About the treatment: this type of fracture mainly has two injuries: the ACL rupture and a posterolateral tibial plateau fracture. So, we reconstructed these two structures. The ACL reconstruction was done before the open reduction of the plateau fracture and internal fixation because arthroscopy needed an enclosed articular space. The posterolateral tibial plateau fracture did not make any interference with the ACL reconstruction. The fractures could be seen by arthroscopy and no posterior cruciate ligament damage was found. Since the plateau fractures were too large, it was hard to do the reduction and fixation by arthroscopy. We used the posterior lateral approach to reveal the fracture area. The fibular nerve and popliteus tendon were carefully protected. After the capsule was opened, the fracture could be easily seen and then reduced. Both fractures showed simple fracture, so we used lag screws for absolute stability. At last, we made the anterior drawer shift test and the valgus and varus instability test again to confirm the results for the surgery. According to the examinations before surgery, there were no other ligament injuries and with no other repair being done.

4. Conclusion

Two cases of contact rupture of ACL combined with posterolateral tibial plateau fracture after knee accident were reported. The cause of the injury was thought to be by a violent internal tibial rotation/anterior tibial translation without any valgus or varus knee force mechanism during the accident.
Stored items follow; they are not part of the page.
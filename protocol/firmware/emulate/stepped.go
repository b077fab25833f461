package emulate

import (
	"bufio"
	"fmt"
	"io"
	"os"
	"os/exec"
	"path/filepath"
	"testing"
	"time"
)

// stepped is a machine under QEMU with two UARTs: the line on the emulator's own
// standard input and output, and one that gives the image its time, as
// boards/mps2-an385/main.c says. The counts of bytes in both directions make the
// order of events the same in every run.
type stepped struct {
	line   io.Writer
	sent   io.Reader
	time   io.Writer
	pipe   *os.File // where answer comes from
	answer *bufio.Reader
	queue  []byte // not yet on the line
	in     byte   // bytes put on the line, modulo 256
	out    byte   // bytes taken off it, modulo 256
}

const (
	stepBase  = 0x80 // a control period, with seven bits of the count of bytes
	stepHand  = 'h'
	stepReset = 'x'
	stepUp    = 'r' // what the image says after a start
	lineMS    = 11  // bytes that a line of 115 200 baud carries in a ms
)

func startStepped(t testing.TB, dir string) *stepped {
	t.Helper()
	pipe := filepath.Join(dir, "time")
	in, answer, err := fifos(pipe)
	if err != nil {
		t.Fatal(err)
	}
	cmd := exec.Command("qemu-system-arm", "-M", "mps2-an385", "-kernel", filepath.Join(dir, "an385-stepped.elf"),
		"-display", "none", "-monitor", "none", "-nodefaults", "-chardev", "stdio,id=u0,signal=off", "-chardev", "pipe,id=u1,path="+pipe,
		"-serial", "chardev:u0", "-serial", "chardev:u1")
	cmd.Stderr = os.Stderr
	line, err := cmd.StdinPipe()
	if err != nil {
		t.Fatal(err)
	}
	sent, err := cmd.StdoutPipe()
	if err != nil {
		t.Fatal(err)
	}
	if err := cmd.Start(); err != nil {
		t.Fatal(err)
	}
	t.Cleanup(func() {
		_ = cmd.Process.Kill()
		_ = cmd.Wait()
		in.Close()
		answer.Close()
	})
	s := &stepped{line: line, sent: sent, time: in, pipe: answer, answer: bufio.NewReader(answer)}
	if err := s.up(); err != nil {
		t.Fatal(err)
	}
	return s
}

// patience is how long the machine may take to answer, on the host's clock; it is
// only there so that one that hangs fails a test.
const patience = 10 * time.Second

// next is the next byte of an answer.
func (s *stepped) next() (byte, error) {
	if err := s.pipe.SetReadDeadline(time.Now().Add(patience)); err != nil {
		return 0, err
	}
	b, err := s.answer.ReadByte()
	if err != nil {
		err = fmt.Errorf("emulate: the machine does not answer: %w", err)
	}
	return b, err
}

// up waits until the image says that it has started.
func (s *stepped) up() error {
	for {
		b, err := s.next()
		if err != nil {
			return err
		}
		if b == stepUp {
			s.in, s.out = 0, 0
			return nil
		}
	}
}

func (s *stepped) receive(p []byte) error {
	s.queue = append(s.queue, p...)
	return nil
}

func (s *stepped) step(d time.Duration) ([]byte, error) {
	var out []byte
	for ; d > 0; d -= time.Millisecond {
		n := min(len(s.queue), lineMS)
		if n > 0 {
			if _, err := s.line.Write(s.queue[:n]); err != nil {
				return out, err
			}
			s.queue = s.queue[n:]
			s.in += byte(n)
		}
		if _, err := s.time.Write([]byte{stepBase | s.in&0x7F}); err != nil {
			return out, err
		}
		count, err := s.next()
		if err != nil {
			return out, err
		}
		if more := int(count - s.out); more > 0 {
			p := make([]byte, more)
			if _, err := io.ReadFull(s.sent, p); err != nil {
				return out, err
			}
			out = append(out, p...)
			s.out = count
		}
	}
	return out, nil
}

func (s *stepped) restart() error {
	s.queue = nil
	if _, err := s.time.Write([]byte{stepReset}); err != nil {
		return err
	}
	return s.up()
}

func (s *stepped) hand() error {
	if _, err := s.time.Write([]byte{stepHand}); err != nil {
		return err
	}
	_, err := s.next()
	return err
}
In the treatment, a standard anatomical single bundle ACL reconstruction by arthroscopy and ORIF for the posterolateral plateau fracture was performed with satisfactory clinical results. Both patients reported excellent knee function and fracture healing.

Ethical Approval

Ethical approval was obtained.

Conflict of Interests

The authors declare that there is no conflict of interests regarding the publication of this paper.